Bienen summen um eine Bienenkiste herum.

Quelle: Werner Dierker

Bremer Senatshonig

Werkstatt Bremen ist ein Eigenbetrieb der Stadtgemeinde Bremen. Die bekannteste und größte Einheit des Betriebes ist der Martinshof, der vielfältige Arbeitsangebote für Menschen mit Beeinträchtigungen bietet. Ein Arbeitsbereich ist die Herstellung eigener Produkte in Handarbeit. Bekannt sind insbesondere die schmackhaften "Bremer Senatsprodukte", wozu auch der Bremer Senatshonig gehört. Der Martinshof besitzt noch keine eigenen Bienenstöcke und bezieht den Honig von Bremer Imkereien, aber auch aus der Region. Die Mitarbeiter*innen vom Martinshof sorgen für das Schleudern, das Abfüllen und das Etikettieren der Gläser, die ihr anschließend in den Verkaufsstellen des Martinshofs und im Online-Shop erwerben könnt. Mehr Infos auf werkstatt-bremen.de.

Hinweis: Der Honig ist derzeit ausverkauft und ist wahrscheinlich ab Herbst 2020 wieder erhältlich.

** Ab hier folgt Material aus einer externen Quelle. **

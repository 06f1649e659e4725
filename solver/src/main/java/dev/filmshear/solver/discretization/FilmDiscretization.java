package dev.filmshear.solver.discretization;

import dev.filmshear.solver.grid.FilmGrid;
import dev.filmshear.solver.linalg.BlockTridiagonalSolver;
import dev.filmshear.solver.linalg.TridiagonalSolver;
import dev.filmshear.solver.physics.DensityLaw;
import dev.filmshear.solver.physics.Drive;
import dev.filmshear.solver.physics.FilmPhysics;
import dev.filmshear.solver.physics.PropertyLaw;
import dev.filmshear.solver.physics.ThermalCondition;
import dev.filmshear.solver.physics.ViscosityLaw;
import dev.filmshear.solver.physics.VolumeSource;
import dev.filmshear.solver.physics.WallMotion;
import dev.filmshear.solver.time.ImplicitSystem;
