//! Admission control for answer requests: whether one may do graph work
//! and get its answer within its own budget.
//!
//! The rule is **admission by deadline**: a request is answered from the
//! heuristic tier with reason `overloaded` only when it would not get its
//! graph answer within its budget (`budget_ms`, default
//! `query.default_budget_ms`). CPU time other processes take is no signal
//! of its own (the CPU-wait signal is gone): it matters only through the
//! queueing it adds to requests, and only once that breaks a budget. A
//! request that gets its graph answer in time is never shed.
//!
//! - A request enters when its body has been read (the HTTP layer enters it
//!   after the body, so a caller that stalls mid-body holds no place), and
//!   leaves when its response is built. `query.max_in_flight` is only a
//!   hard cap on requests past that point (memory, not latency).
//! - Graph work needs one of `query.graph_concurrency` permits. A free
//!   permit is taken at once. When none is free, the request estimates its
//!   wait as a first-come-first-served queue with `c` servers would:
//!   `(ahead / c + 1) × S`, where `ahead` is the number of requests already
//!   waiting and `S` the smoothed time a permit is held (Little's law,
//!   J. D. C. Little, "A proof for the queuing formula L = λW", Operations
//!   Research 9(3), 1961: a queue of `ahead` drains at `c / S` per second).
//!   If that wait plus its own service `S` runs past its deadline, it is
//!   shed at once; otherwise it waits for a permit until `deadline − S`
//!   and is shed if none came by then. The idea of judging a queue by the
//!   time a request spends in it against a target, rather than by its
//!   length, is CoDel's (K. Nichols and V. Jacobson, "Controlling Queue
//!   Delay", ACM Queue 10(5), 2012); here the target is each request's own
//!   budget.
//! - Time spent before the handler runs counts against the budget too: a
//!   CPU backlog waits in the runtime's run queue, not for a permit (an
//!   ETA holds its permit without yielding). A probe task asks to be woken
//!   every millisecond and records how late it ran ([`Admission::run_probe`]);
//!   the smallest lateness of the last [`PROBE_WINDOW`] wake-ups (a single
//!   stall is no backlog) is the queueing a request saw before its handler,
//!   and is taken off its deadline. So under a CPU backlog a request is
//!   shed once that queueing alone exceeds its budget (it is late already,
//!   and a cheap answer drains the backlog), never before. A free permit
//!   with no such backlog is always taken: no wait, the graph answer comes
//!   as soon as it can.
//! - `S` is smoothed like a TCP round-trip time (RFC 6298, section 2:
//!   gains 1/8 for the mean and 1/4 for the mean deviation); the estimate
//!   used is `mean + deviation`, so a burst of slow graph work (a large
//!   matrix holding a permit) makes the queue look slower at once.
//!
//! So every request is answered, and its wait inside the server is bounded
//! by its budget (plus the cost of a heuristic answer); time spent in the
//! listen backlog before the server reads it is not seen. A shed request is
//! still validated (bad input keeps its 4xx) and gets an estimate marked
//! `overloaded`.

use std::sync::atomic::{AtomicU64, AtomicUsize, Ordering};
use std::sync::Arc;
use std::time::{Duration, Instant};
use tokio::sync::{OwnedSemaphorePermit, Semaphore};

/// Counts answer requests in flight against a hard cap, and estimates how
/// long a request waiting for a graph permit would wait.
#[derive(Debug)]
pub struct Admission {
    in_flight: AtomicUsize,
    /// Hard cap on requests in flight (after their body is read).
    limit: usize,
    /// Requests waiting for a graph permit now: the queue ahead of the
    /// next one.
    waiting: AtomicUsize,
    /// Smoothed permit hold time, ns (RFC 6298 SRTT); 0 before any sample.
    srtt_ns: AtomicU64,
    /// Smoothed mean deviation of the hold time, ns (RFC 6298 RTTVAR).
    rttvar_ns: AtomicU64,
    /// Latest run-queue lateness from the probe, µs (0 until it runs).
    lag_us: AtomicU64,
    /// Requests shed so far (any cause).
    shed: AtomicU64,
}

/// How often the probe asks to be woken.
const PROBE_EVERY: Duration = Duration::from_millis(1);
/// Consecutive wake-ups that must all be late before the lag counts.
pub const PROBE_WINDOW: usize = 8;

/// One request's place; leaving is its drop.
#[derive(Debug)]
pub struct Ticket {
    admission: Arc<Admission>,
    admitted: bool,
}

/// How an answer entered the service: counted in flight by its caller's
/// [`Ticket`] (the HTTP answer routes take one once the body is read), or
/// uncounted (a batch replay of recorded trips, tests), which only the
/// deadline rule of [`Admission::permit`] applies to.
#[derive(Debug, Clone, Copy)]
pub enum Admit<'a> {
    Counted(&'a Ticket),
    Uncounted,
}

/// A graph permit that records how long it was held when dropped (the
/// service time of the queue estimate).
#[derive(Debug)]
pub struct GraphPermit {
    _permit: OwnedSemaphorePermit,
    admission: Arc<Admission>,
    since: Instant,
}

/// Decrements the waiting count when a request stops waiting.
struct Waiting<'a>(&'a AtomicUsize);

impl Drop for Waiting<'_> {
    fn drop(&mut self) {
        self.0.fetch_sub(1, Ordering::AcqRel);
    }
}

impl Admission {
    /// At most `limit` requests in flight (a hard cap, not a load signal).
    pub fn new(limit: usize) -> Arc<Admission> {
        Arc::new(Admission {
            in_flight: AtomicUsize::new(0),
            limit,
            waiting: AtomicUsize::new(0),
            srtt_ns: AtomicU64::new(0),
            rttvar_ns: AtomicU64::new(0),
            lag_us: AtomicU64::new(0),
            shed: AtomicU64::new(0),
        })
    }

    /// Enters one request whose body has been read; it may go on to the
    /// graph permit if at most `limit` requests (itself included) are in
    /// flight.
    pub fn enter(self: &Arc<Self>) -> Ticket {
        let n = self.in_flight.fetch_add(1, Ordering::AcqRel) + 1;
        let admitted = n <= self.limit;
        if !admitted {
            self.shed.fetch_add(1, Ordering::Relaxed);
        }
        Ticket {
            admission: self.clone(),
            admitted,
        }
    }

    /// The one admission decision of an answer: `None` (shed, answered
    /// `overloaded` from the heuristic tier) if its ticket was over the
    /// hard cap on requests in flight, else [`Self::permit`]'s.
    pub async fn admit(
        self: &Arc<Self>,
        admit: Admit<'_>,
        permits: &Arc<Semaphore>,
        total: usize,
        deadline: Instant,
    ) -> Option<GraphPermit> {
        if let Admit::Counted(t) = admit {
            if !t.admitted {
                return None;
            }
        }
        self.permit(permits, total, deadline).await
    }

    /// A graph permit from `permits` (of `total` in all) in time for
    /// `deadline`, or `None`: the request would miss its budget and is
    /// shed. A request whose run-queue lag alone (nonzero) runs past its
    /// deadline is shed; else it takes a free permit at once (no wait: the
    /// graph answer can come no sooner); else, with the deadline moved
    /// earlier by the lag, it is shed at once when the estimated wait plus
    /// service runs past it, else waits for a permit until the deadline
    /// less one service time.
    pub async fn permit(
        self: &Arc<Self>,
        permits: &Arc<Semaphore>,
        total: usize,
        deadline: Instant,
    ) -> Option<GraphPermit> {
        let wrap = |p| GraphPermit {
            _permit: p,
            admission: self.clone(),
            since: Instant::now(),
        };
        let (lag, service, now) = (self.lag(), self.service(), Instant::now());
        if !lag.is_zero() && now + lag > deadline {
            // Already late by its run-queue wait: a backlog to drain.
            self.shed.fetch_add(1, Ordering::Relaxed);
            return None;
        }
        if let Ok(p) = permits.clone().try_acquire_owned() {
            // No wait: the graph answer can come no sooner than this.
            return Some(wrap(p));
        }
        let latest = deadline.checked_sub(lag + service).unwrap_or(now);
        let ahead = self.waiting.fetch_add(1, Ordering::AcqRel);
        let _waiting = Waiting(&self.waiting);
        if total == 0 || now + expected_wait(ahead, total, service) > latest {
            self.shed.fetch_add(1, Ordering::Relaxed);
            return None;
        }
        match tokio::time::timeout_at(latest.into(), permits.clone().acquire_owned()).await {
            Ok(Ok(p)) => Some(wrap(p)),
            _ => {
                self.shed.fetch_add(1, Ordering::Relaxed);
                None
            }
        }
    }

    /// Smoothed service time: mean plus mean deviation of the permit hold
    /// time (zero before the first sample).
    pub fn service(&self) -> Duration {
        Duration::from_nanos(
            self.srtt_ns
                .load(Ordering::Relaxed)
                .saturating_add(self.rttvar_ns.load(Ordering::Relaxed)),
        )
    }

    /// Folds one permit hold time into the estimate (RFC 6298 section 2.3:
    /// RTTVAR ← ¾ RTTVAR + ¼ |SRTT − R'|, SRTT ← ⅞ SRTT + ⅛ R'; the first
    /// sample sets SRTT = R', RTTVAR = R'/2). Two concurrent updates may
    /// lose one sample; the estimate stays a smoothed mean.
    pub fn record_service(&self, took: Duration) {
        let r = took.as_nanos().min(u128::from(u64::MAX)) as u64;
        let srtt = self.srtt_ns.load(Ordering::Relaxed);
        if srtt == 0 {
            self.srtt_ns.store(r.max(1), Ordering::Relaxed);
            self.rttvar_ns.store(r / 2, Ordering::Relaxed);
            return;
        }
        let var = self.rttvar_ns.load(Ordering::Relaxed);
        let var = var - var / 4 + srtt.abs_diff(r) / 4;
        let srtt = srtt - srtt / 8 + r / 8;
        self.rttvar_ns.store(var, Ordering::Relaxed);
        self.srtt_ns.store(srtt.max(1), Ordering::Relaxed);
    }

    /// Latest run-queue lag seen by the probe.
    pub fn lag(&self) -> Duration {
        Duration::from_micros(self.lag_us.load(Ordering::Relaxed))
    }

    /// Records one lag measurement (the probe's, or a test's).
    pub fn record_lag(&self, lag: Duration) {
        self.lag_us.store(lag.as_micros() as u64, Ordering::Relaxed);
    }

    /// Measures run-queue lag on the current runtime until `shutdown`
    /// resolves: sleeps one tick at a time and records how late it woke
    /// (the smallest lateness of the last [`PROBE_WINDOW`] wake-ups).
    pub async fn run_probe(self: Arc<Self>, shutdown: impl std::future::Future<Output = ()>) {
        tokio::pin!(shutdown);
        let mut window = LagWindow::default();
        loop {
            let due = Instant::now() + PROBE_EVERY;
            tokio::select! {
                _ = &mut shutdown => break,
                _ = tokio::time::sleep_until(due.into()) => {}
            }
            // The timer wheel has a 1 ms grain: up to a tick late is normal.
            let late = Instant::now().saturating_duration_since(due);
            self.record_lag(window.push(late.saturating_sub(PROBE_EVERY)));
        }
        self.record_lag(Duration::ZERO);
    }

    /// Requests shed since start.
    pub fn shed_total(&self) -> u64 {
        self.shed.load(Ordering::Relaxed)
    }

    /// Requests in flight now.
    pub fn in_flight(&self) -> usize {
        self.in_flight.load(Ordering::Acquire)
    }

    /// Requests waiting for a graph permit now.
    pub fn waiting(&self) -> usize {
        self.waiting.load(Ordering::Acquire)
    }
}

Ein Glas mit Bremer Senatshonig.

Quelle: Werkstatt Bremen

Imkerei Behlmer

Die Imkerei Behlmer produziert den Honig durch ihre eigene Bienenzucht in Emtinghausen. Über 200 kg Honig werden jährlich angeboten. Den Honig erhaltet ihr sowohl über den Onlineshop der Imkerei Behlmer, als auch in kleinen Bremer Läden und direkt in Emtinghausen. Neben dem Erwerb der goldenen Köstlichkeit bietet euch die Imkerei verschiedene Dienstleistungen an: sowohl Bienenschwarmentfernung als auch eine Bestäubungsleistung könnt ihr in Anspruch nehmen.

Eine Bienenwabe wird gegen das Licht gehalten.